Information shown =

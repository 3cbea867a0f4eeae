/**
 * Site preparation: the design day's outdoor temperatures, clear-sky solar day and air properties,
 * once per set of site conditions (cached by value and by object identity).
 */
import { outdoorDryBulbProfileF } from "./design-day";
import type { SiteConditions } from "./input";
import {
  humidityRatioGrFromRelHum,
  humidityRatioGrFromWetBulb,
  SEA_LEVEL_PRESSURE_PSIA,
  standardPressurePsia,
} from "./psychrometrics";
import { designDayOfYear, SiteSolarDay } from "./solar";

/**
 * Clear-sky optical depths used when a site has none (typical of US sites in July, from memory).
 * HoF 2021 ch. 14 (read) gives no default: τb and τd are location-specific and tabulated by
 * station for the 21st of each month; for scale, its Atlanta July values are 0.515 / 2.066.
 */
export const DEFAULT_TAU_BEAM = 0.5;
export const DEFAULT_TAU_DIFFUSE = 2.0;

/** Sea-level air-side factors (HoF 2021 ch. 17, read: Cs 1.23 W/(L/s·K) = 1.10 Btu/h·cfm·°F; Cl 3010 W/(L/s) → 0.69 Btu/h·cfm·gr). */
const SENSIBLE_AIR_FACTOR_SEA_LEVEL = 1.1;
const LATENT_AIR_FACTOR_SEA_LEVEL = 0.69;

export interface PreparedSite {
  key: string;
  site: SiteConditions;
  solar: SiteSolarDay;
  tauBeam: number;
  tauDiffuse: number;
  outdoorF: number[];
  dailyMeanOutdoorF: number;
  pressurePsia: number;
  /** 1.10·(P/P0), Btu/h per cfm per °F. */
  sensibleFactor: number;
  /** 0.69·(P/P0), Btu/h per cfm per grain/lb. */
  latentFactor: number;
  outdoorHumidityRatioGr: number;
  indoorHumidityRatioGr: number;
  /** Design humidity difference used for latent loads (never negative: dry air is no latent credit). */
  latentDeltaGr: number;
  /** Rough annual-mean ground temperature, °F: the mean of the heating and cooling design dry bulbs. */
  groundF: number;
  notes: string[];
}

const SITE_CACHE_LIMIT = 512;
const siteCache = new Map<string, PreparedSite>();

function siteKey(site: SiteConditions): string {
  return [
    site.latitudeDeg,
    site.longitudeDeg,
    site.elevationFt,
    site.heatingOutdoorDbF,
    site.coolingOutdoorDbF,
    site.coolingOutdoorWbF,
    site.dailyRangeF,
    site.designMonth,
    site.tauBeam ?? "",
    site.tauDiffuse ?? "",
    site.groundReflectance,
    site.indoorHeatingF,
    site.indoorCoolingF,
    site.indoorCoolingRhPct,
  ].join("|");
}

const siteByIdentity = new WeakMap<SiteConditions, PreparedSite>();

export function prepareSite(site: SiteConditions): PreparedSite {
  const byIdentity = siteByIdentity.get(site);
  if (byIdentity) return byIdentity;
  const key = siteKey(site);
  const cached = siteCache.get(key);
  if (cached) {
    siteByIdentity.set(site, cached);
    return cached;
  }
  const notes: string[] = [];
  const tauBeam = site.tauBeam ?? DEFAULT_TAU_BEAM;
  const tauDiffuse = site.tauDiffuse ?? DEFAULT_TAU_DIFFUSE;
  if (site.tauBeam === undefined || site.tauDiffuse === undefined) {
    notes.push(
      `Clear-sky optical depths not entered for the site: τb ${tauBeam}, τd ${tauDiffuse} used — approximate default, verify locally ` +
        "(enter the station's values from the ASHRAE climatic design data for the design month).",
    );
  }
  const dayOfYear = designDayOfYear(site.designMonth);
  const solar = new SiteSolarDay(site.latitudeDeg, dayOfYear, tauBeam, tauDiffuse, site.groundReflectance);
  const outdoorF = outdoorDryBulbProfileF(site.coolingOutdoorDbF, site.dailyRangeF);
  const pressurePsia = standardPressurePsia(site.elevationFt);
  const ratio = pressurePsia / SEA_LEVEL_PRESSURE_PSIA;
  const outdoorHumidityRatioGr = humidityRatioGrFromWetBulb(
    site.coolingOutdoorDbF,
    site.coolingOutdoorWbF,
    pressurePsia,
  );
  const indoorHumidityRatioGr = humidityRatioGrFromRelHum(
    site.indoorCoolingF,
    site.indoorCoolingRhPct,
    pressurePsia,
  );
  const deltaGr = outdoorHumidityRatioGr - indoorHumidityRatioGr;
  if (deltaGr < 0) {
    notes.push(
      "Outdoor design air is drier than indoor air: latent loads from outdoor air are taken as zero.",
    );
  }
  const prepared: PreparedSite = {
    key,
    site,
    solar,
    tauBeam,
    tauDiffuse,
    outdoorF,
    dailyMeanOutdoorF: outdoorF.reduce((a, b) => a + b, 0) / 24,
    pressurePsia,
    sensibleFactor: SENSIBLE_AIR_FACTOR_SEA_LEVEL * ratio,
    latentFactor: LATENT_AIR_FACTOR_SEA_LEVEL * ratio,
    outdoorHumidityRatioGr,
    indoorHumidityRatioGr,
    latentDeltaGr: Math.max(0, deltaGr),
    groundF: (site.heatingOutdoorDbF + site.coolingOutdoorDbF) / 2,
    notes,
  };
  if (siteCache.size >= SITE_CACHE_LIMIT) siteCache.clear();
  siteCache.set(key, prepared);
  siteByIdentity.set(site, prepared);
  return prepared;
}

Exercise requirements = Begin with the first line of the listing and copy exactly through the line that contains "per grain/lb. */", please, keeping both ends and leaving out everything after.

Exercise response =
repository 3cbea867a0f4eeae
/**
 * Site preparation: the design day's outdoor temperatures, clear-sky solar day and air properties,
 * once per set of site conditions (cached by value and by object identity).
 */
import { outdoorDryBulbProfileF } from "./design-day";
import type { SiteConditions } from "./input";
import {
  humidityRatioGrFromRelHum,
  humidityRatioGrFromWetBulb,
  SEA_LEVEL_PRESSURE_PSIA,
  standardPressurePsia,
} from "./psychrometrics";
import { designDayOfYear, SiteSolarDay } from "./solar";

/**
 * Clear-sky optical depths used when a site has none (typical of US sites in July, from memory).
 * HoF 2021 ch. 14 (read) gives no default: τb and τd are location-specific and tabulated by
 * station for the 21st of each month; for scale, its Atlanta July values are 0.515 / 2.066.
 */
export const DEFAULT_TAU_BEAM = 0.5;
export const DEFAULT_TAU_DIFFUSE = 2.0;

/** Sea-level air-side factors (HoF 2021 ch. 17, read: Cs 1.23 W/(L/s·K) = 1.10 Btu/h·cfm·°F; Cl 3010 W/(L/s) → 0.69 Btu/h·cfm·gr). */
const SENSIBLE_AIR_FACTOR_SEA_LEVEL = 1.1;
const LATENT_AIR_FACTOR_SEA_LEVEL = 0.69;

export interface PreparedSite {
  key: string;
  site: SiteConditions;
  solar: SiteSolarDay;
  tauBeam: number;
  tauDiffuse: number;
  outdoorF: number[];
  dailyMeanOutdoorF: number;
  pressurePsia: number;
  /** 1.10·(P/P0), Btu/h per cfm per °F. */
  sensibleFactor: number;
  /** 0.69·(P/P0), Btu/h per cfm per grain/lb. */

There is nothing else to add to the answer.